=== TASK BRIEF ===
Starting at the top of the data and ending with the line that holds "has half-integral weight", transcribe each line exactly; include both ends.

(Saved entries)
def decide_congruence(pieces: list[Piece], modulus: int, level: int) -> CongruenceDecision:
    """Decide whether every coefficient of ``F = sum f_i E_2^{j_i}`` is 0 mod ``modulus``.

    Returns ``proved=True`` only through the argument of the module docstring
    (docs/method.md#congruences-sturm, #congruence-weights, #congruence-e2); otherwise ``proved=False``
    and ``reason`` says why.  The pieces must be known to :func:`needed_precision` (with fewer
    coefficients the answer is not proved).
    """
    if modulus == 0 or abs(modulus) < 2:
        return _not_proved(f"the modulus must be an integer of absolute value at least 2, not {modulus}")
    if level < 1:
        return _not_proved(f"the level must be a positive integer, not {level}")
    m = abs(modulus)

    # -- validate and merge the pieces ---------------------------------------------
    merged: dict[tuple[Fraction, int, int], _Item] = {}
    for index, piece in enumerate(pieces):
        w = Fraction(piece.weight)
        j = piece.e2_power
        if j < 0:
            return _not_proved(f"piece {index} has a negative power of E_2 ({j})")
        wf = w - 2 * j
        zero = piece.series.is_zero()
        # The zero form: no negative-weight form but 0, and the characteristic-0 Sturm bound
        # (docs/method.md#sturm-bound; #half-integral-weight in half-integral weight, which lives on some Gamma_0(4N)).
        sturm_ok = wf.denominator == 1 or level % 4 == 0
        if zero and (wf < 0 or (sturm_ok and piece.series.prec > sturm_bound(wf, level))):
            continue
        if wf.denominator != 1:
            return _not_proved(
                f"piece {index} has half-integral weight {_frac_str(wf)}: congruences in half-integral "
                "weight are not covered (docs/method.md#claim-congruence)"
            )
        if not zero and piece.series.valuation < 0:
            return _not_proved(
                f"piece {index} has a pole at infinity (q^{piece.series.valuation}): congruences with poles "
                "are not covered (docs/method.md#unproven)"
            )
        try:
            chi = QuadraticCharacter(piece.kernel)
        except ValueError:
            return _not_proved(f"piece {index} has an invalid character kernel {piece.kernel}")
        if not zero:
            if wf < 0:
                return _not_proved(f"piece {index} has negative weight {wf} but a nonzero series: not a modular form")
            if level % chi.conductor:
                return _not_proved(
                    f"piece {index} has character {chi.name} of conductor {chi.conductor}, not a character "
                    f"mod the level {level}"
                )
            if (int(wf) % 2 == 1) != (not chi.is_even):
                return _not_proved(
                    f"piece {index}: weight {wf} with character {chi.name} violates the parity condition "
                    "(docs/method.md#characters), yet the series is nonzero: inconsistent input"
                )
            if wf == 0 and (piece.series.valuation > 0 or piece.series.poly.degree() > 0):
                return _not_proved(
                    f"piece {index} has weight 0 but is not constant: not a holomorphic modular form "
                    "(docs/method.md#poles-at-cusps)"
                )
        key = (w, j, piece.kernel)
        if key in merged:
            old = merged[key]
            old.series = old.series + piece.series
        else:
            merged[key] = _Item(index, w, int(wf), j, piece.kernel, piece.series)
    items = list(merged.values())

    # -- scan the known coefficients of F itself -----------------------------------
    undefined, witness, f_res, f_prec = _scan(items, m)

    # -- each prime power ----------------------------------------------------------
    results = [_decide_prime_power(items, p, e, level, f_res, f_prec) for p, e in _factor(m)]
    details = [r.detail for r in results]
    bounds = [r.bound for r in results if r.bound is not None]
    bound = max(bounds) if bounds else None

    if undefined is not None:
        primes = ", ".join(str(p) for p in undefined["primes"])
        return CongruenceDecision(
            False,
            f"the congruence mod {m} is not defined: the coefficient of q^{undefined['n']} of left - right is "
            f"{undefined['value']}, whose denominator is divisible by {primes}",
            bound,
            details,
            witness,
            undefined,
        )
    inconsistent = [r for r in results if r.inconsistent]
    if witness is not None:
        # A proof mod p^e and a coefficient that is not 0 mod p^e cannot both be right.
        inconsistent += [r for r in results if r.proved and r.detail["modulus"] in witness["prime_powers"]]
    if inconsistent:
        return CongruenceDecision(
            False,
            "inconsistent input (the declared weights, characters or level cannot all be right): "
            + "; ".join(r.summary for r in inconsistent),
            bound,
            details,
            witness,
        )
    if witness is not None:
        return CongruenceDecision(
            False,
            f"false: the coefficient of q^{witness['n']} of left - right is {witness['value']}, "
            f"not 0 mod {m} (fails mod {', '.join(str(x) for x in witness['prime_powers'])})",
            bound,
            details,
            witness,
        )
    if all(r.proved for r in results):
        head = crt_head(m, [int(r.detail["modulus"]) for r in results])
        return CongruenceDecision(True, head + "; ".join(r.summary for r in results), bound, details)
    failing = [r for r in results if not r.proved]
    return CongruenceDecision(False, "; ".join(r.summary for r in failing), bound, details)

=== RESULT OF THE EXERCISE ===
def decide_congruence(pieces: list[Piece], modulus: int, level: int) -> CongruenceDecision:
    """Decide whether every coefficient of ``F = sum f_i E_2^{j_i}`` is 0 mod ``modulus``.

    Returns ``proved=True`` only through the argument of the module docstring
    (docs/method.md#congruences-sturm, #congruence-weights, #congruence-e2); otherwise ``proved=False``
    and ``reason`` says why.  The pieces must be known to :func:`needed_precision` (with fewer
    coefficients the answer is not proved).
    """
    if modulus == 0 or abs(modulus) < 2:
        return _not_proved(f"the modulus must be an integer of absolute value at least 2, not {modulus}")
    if level < 1:
        return _not_proved(f"the level must be a positive integer, not {level}")
    m = abs(modulus)

    # -- validate and merge the pieces ---------------------------------------------
    merged: dict[tuple[Fraction, int, int], _Item] = {}
    for index, piece in enumerate(pieces):
        w = Fraction(piece.weight)
        j = piece.e2_power
        if j < 0:
            return _not_proved(f"piece {index} has a negative power of E_2 ({j})")
        wf = w - 2 * j
        zero = piece.series.is_zero()
        # The zero form: no negative-weight form but 0, and the characteristic-0 Sturm bound
        # (docs/method.md#sturm-bound; #half-integral-weight in half-integral weight, which lives on some Gamma_0(4N)).
        sturm_ok = wf.denominator == 1 or level % 4 == 0
        if zero and (wf < 0 or (sturm_ok and piece.series.prec > sturm_bound(wf, level))):
            continue
        if wf.denominator != 1:
            return _not_proved(
                f"piece {index} has half-integral weight {_frac_str(wf)}: congruences in half-integral "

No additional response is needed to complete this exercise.